### Given entries

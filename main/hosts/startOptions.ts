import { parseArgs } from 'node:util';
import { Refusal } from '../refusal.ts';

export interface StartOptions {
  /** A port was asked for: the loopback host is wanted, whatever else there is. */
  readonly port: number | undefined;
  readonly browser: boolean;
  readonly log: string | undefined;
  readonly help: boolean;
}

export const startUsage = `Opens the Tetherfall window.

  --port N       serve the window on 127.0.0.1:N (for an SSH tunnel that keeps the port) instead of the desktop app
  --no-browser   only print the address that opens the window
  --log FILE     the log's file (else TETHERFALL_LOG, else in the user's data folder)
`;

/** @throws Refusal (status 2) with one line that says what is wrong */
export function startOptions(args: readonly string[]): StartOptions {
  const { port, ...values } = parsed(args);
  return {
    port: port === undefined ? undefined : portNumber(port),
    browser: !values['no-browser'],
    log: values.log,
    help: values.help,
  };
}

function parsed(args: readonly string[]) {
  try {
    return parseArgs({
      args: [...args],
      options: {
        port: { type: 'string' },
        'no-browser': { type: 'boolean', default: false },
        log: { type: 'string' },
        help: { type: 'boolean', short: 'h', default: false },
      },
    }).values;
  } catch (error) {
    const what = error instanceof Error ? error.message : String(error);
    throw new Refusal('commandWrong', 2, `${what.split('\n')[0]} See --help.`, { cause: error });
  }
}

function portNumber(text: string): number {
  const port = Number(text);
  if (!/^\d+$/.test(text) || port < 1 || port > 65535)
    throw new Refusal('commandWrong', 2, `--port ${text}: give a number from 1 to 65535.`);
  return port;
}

######
### Given entries

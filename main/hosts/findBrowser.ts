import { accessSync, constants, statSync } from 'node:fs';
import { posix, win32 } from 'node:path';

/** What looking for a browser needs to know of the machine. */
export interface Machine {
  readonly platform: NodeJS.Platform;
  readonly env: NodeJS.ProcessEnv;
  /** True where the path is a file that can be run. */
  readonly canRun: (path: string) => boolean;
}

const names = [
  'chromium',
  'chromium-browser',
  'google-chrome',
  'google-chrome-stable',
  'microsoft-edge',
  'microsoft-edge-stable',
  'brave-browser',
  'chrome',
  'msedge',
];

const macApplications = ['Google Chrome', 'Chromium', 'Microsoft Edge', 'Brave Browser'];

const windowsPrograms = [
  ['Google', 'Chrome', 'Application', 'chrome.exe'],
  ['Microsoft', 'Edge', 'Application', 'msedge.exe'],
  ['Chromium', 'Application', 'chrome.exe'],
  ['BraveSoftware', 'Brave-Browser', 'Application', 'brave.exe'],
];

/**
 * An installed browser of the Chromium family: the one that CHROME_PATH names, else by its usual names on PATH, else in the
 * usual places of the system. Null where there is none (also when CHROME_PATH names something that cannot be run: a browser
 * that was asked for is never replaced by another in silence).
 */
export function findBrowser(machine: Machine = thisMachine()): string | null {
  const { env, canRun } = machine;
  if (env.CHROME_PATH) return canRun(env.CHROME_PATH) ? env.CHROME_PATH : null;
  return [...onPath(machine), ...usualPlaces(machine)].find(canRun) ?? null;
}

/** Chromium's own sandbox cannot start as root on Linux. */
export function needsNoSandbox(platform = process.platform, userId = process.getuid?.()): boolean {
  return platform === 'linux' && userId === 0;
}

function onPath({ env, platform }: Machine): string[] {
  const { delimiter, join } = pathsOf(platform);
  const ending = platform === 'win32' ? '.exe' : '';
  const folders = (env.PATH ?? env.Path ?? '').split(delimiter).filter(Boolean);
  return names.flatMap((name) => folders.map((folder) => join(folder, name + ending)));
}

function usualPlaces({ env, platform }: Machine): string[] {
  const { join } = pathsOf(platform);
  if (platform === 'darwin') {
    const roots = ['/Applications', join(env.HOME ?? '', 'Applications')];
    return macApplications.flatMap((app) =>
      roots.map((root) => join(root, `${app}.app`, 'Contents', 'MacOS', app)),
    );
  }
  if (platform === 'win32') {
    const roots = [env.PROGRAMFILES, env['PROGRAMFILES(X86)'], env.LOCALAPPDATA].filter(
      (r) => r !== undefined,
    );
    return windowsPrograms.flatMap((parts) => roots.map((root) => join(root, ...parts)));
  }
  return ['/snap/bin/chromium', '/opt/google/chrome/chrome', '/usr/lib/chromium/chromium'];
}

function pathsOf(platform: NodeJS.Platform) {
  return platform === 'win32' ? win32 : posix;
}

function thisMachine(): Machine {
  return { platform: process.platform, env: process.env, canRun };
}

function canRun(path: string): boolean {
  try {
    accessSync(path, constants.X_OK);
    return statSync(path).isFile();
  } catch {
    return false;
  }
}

######
### Given entries

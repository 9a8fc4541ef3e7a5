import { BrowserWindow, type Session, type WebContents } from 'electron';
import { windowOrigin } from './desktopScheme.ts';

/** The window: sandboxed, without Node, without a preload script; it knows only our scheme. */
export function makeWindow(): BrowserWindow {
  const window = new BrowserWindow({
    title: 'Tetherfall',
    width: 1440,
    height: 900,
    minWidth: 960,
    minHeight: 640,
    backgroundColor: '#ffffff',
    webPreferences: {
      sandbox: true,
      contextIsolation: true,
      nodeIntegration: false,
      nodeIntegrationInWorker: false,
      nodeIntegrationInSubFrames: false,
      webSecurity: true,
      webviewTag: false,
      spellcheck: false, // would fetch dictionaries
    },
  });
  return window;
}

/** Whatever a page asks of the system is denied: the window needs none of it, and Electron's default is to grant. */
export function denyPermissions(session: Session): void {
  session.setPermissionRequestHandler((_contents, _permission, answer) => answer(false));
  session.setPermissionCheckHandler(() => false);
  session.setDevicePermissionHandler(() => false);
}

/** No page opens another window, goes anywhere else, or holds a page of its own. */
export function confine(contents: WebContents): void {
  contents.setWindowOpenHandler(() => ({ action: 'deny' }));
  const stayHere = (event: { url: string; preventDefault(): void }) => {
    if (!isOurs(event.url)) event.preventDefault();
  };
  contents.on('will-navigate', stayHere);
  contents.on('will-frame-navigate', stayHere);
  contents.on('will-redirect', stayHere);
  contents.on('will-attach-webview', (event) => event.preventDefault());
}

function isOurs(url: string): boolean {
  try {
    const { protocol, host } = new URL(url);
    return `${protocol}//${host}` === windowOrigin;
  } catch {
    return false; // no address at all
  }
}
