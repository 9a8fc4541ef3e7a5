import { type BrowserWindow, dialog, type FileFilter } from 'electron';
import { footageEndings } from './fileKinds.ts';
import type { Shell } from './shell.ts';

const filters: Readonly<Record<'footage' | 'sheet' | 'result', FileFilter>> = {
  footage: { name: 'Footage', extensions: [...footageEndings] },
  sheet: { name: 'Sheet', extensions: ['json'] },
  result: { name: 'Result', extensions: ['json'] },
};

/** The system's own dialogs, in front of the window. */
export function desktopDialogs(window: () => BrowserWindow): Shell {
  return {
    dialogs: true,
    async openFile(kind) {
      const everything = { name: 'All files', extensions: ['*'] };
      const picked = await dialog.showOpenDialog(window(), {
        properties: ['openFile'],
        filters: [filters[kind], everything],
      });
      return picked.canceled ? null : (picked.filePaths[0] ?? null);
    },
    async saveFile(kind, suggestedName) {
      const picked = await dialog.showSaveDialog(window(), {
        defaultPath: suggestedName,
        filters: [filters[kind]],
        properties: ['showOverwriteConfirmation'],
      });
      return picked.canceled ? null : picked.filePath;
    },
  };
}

######

● Assignment:
Go through the material above and output exactly the lines from the one containing "filename main/hosts/startOptions.ts" through the one containing "readonly browser: boolean;".

● Expected answer:
filename main/hosts/startOptions.ts
import { parseArgs } from 'node:util';
import { Refusal } from '../refusal.ts';

export interface StartOptions {
  /** A port was asked for: the loopback host is wanted, whatever else there is. */
  readonly port: number | undefined;
  readonly browser: boolean;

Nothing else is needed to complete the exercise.